> **EXERCISE**:
For the material that follows, state the number of lines where "toContain" occurs, and add nothing.

> **EXERCISE MATERIAL**:
.....

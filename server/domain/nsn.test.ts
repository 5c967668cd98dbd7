import { describe, expect, it } from 'vitest';
import { formatNsn, isNsn, parseNsn } from './nsn';

// Stock numbers below are invented; only their shape is real.

describe('parseNsn', () => {
  it('when 13 digits are typed with or without separators, then they format as 1234-56-789-0123', () => {
    for (const s of ['5315001234567', '5315-00-123-4567', '5315 00 123 4567', ' 5315.00.123.4567 ', 'NSN 5315-00-123-4567', 'nsn:5315001234567'])
      expect(formatNsn(s), s).toBe('5315-00-123-4567');
  });

  it('when parsed, then FSC, FSG, NIIN and NCB are split out', () => {
    const r = parseNsn('2530-01-234-5678');
    expect(r.ok).toBe(true);
    if (!r.ok) return;
    expect(r.value).toMatchObject({ fsc: '2530', fsg: '25', niin: '012345678', ncb: '01', digits: '2530012345678' });
  });

  it('when the NCB code is known, then the country is named', () => {
    const r = parseNsn('5310-99-123-4567');
    expect(r.ok && r.value.country).toBe('United Kingdom');
  });

  it('when the supply class is known, then its name is given', () => {
    const r = parseNsn('5315-00-123-4567');
    expect(r.ok && r.value.supplyClassName).toBe('Nails, Machine Keys, and Pins');
    expect(r.ok && r.value.warnings).toEqual([]);
  });

  it('when the supply class is not in our table, then it still parses with a null class name and a warning', () => {
    const r = parseNsn('9999-00-123-4567');
    expect(r.ok).toBe(true);
    if (!r.ok) return;
    expect(r.value.supplyClassName).toBeNull();
    expect(r.value.warnings).toContain('unknown_supply_class');
  });

  it('when the NCB code is not in our table, then country is null with a warning', () => {
    const r = parseNsn('5315-45-123-4567');
    expect(r.ok && r.value.country).toBeNull();
    expect(r.ok && r.value.warnings).toContain('unknown_ncb');
  });

  it('when the length is wrong, then the error says how many digits there are', () => {
    const r = parseNsn('5315-00-123-456');
    expect(r.ok).toBe(false);
    if (!r.ok) {
      expect(r.error.code).toBe('wrong_length');
      expect(r.error.message).toContain('12');
    }
  });

  it('when only 9 digits are given, then the error hints at a NIIN alone', () => {
    const r = parseNsn('00-123-4567');
    expect(!r.ok && r.error.message).toMatch(/NIIN/);
  });

  it('when a letter is typed, then it is a non_digit error naming the letter', () => {
    const r = parseNsn('5315-OO-123-4567');
    expect(r.ok).toBe(false);
    if (!r.ok) {
      expect(r.error.code).toBe('non_digit');
      expect(r.error.message).toContain('"O"');
    }
  });

  it('when empty, then it is an empty error; isNsn is false', () => {
    const r = parseNsn('   ');
    expect(!r.ok && r.error.code).toBe('empty');
    expect(isNsn('')).toBe(false);
    expect(isNsn('5315001234567')).toBe(true);
  });

  it('when formatNsn gets an invalid number, then it throws', () => {
    expect(() => formatNsn('12')).toThrow(/13 digits/);
  });
});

.....

> **ANSWER TO THIS TASK**:
4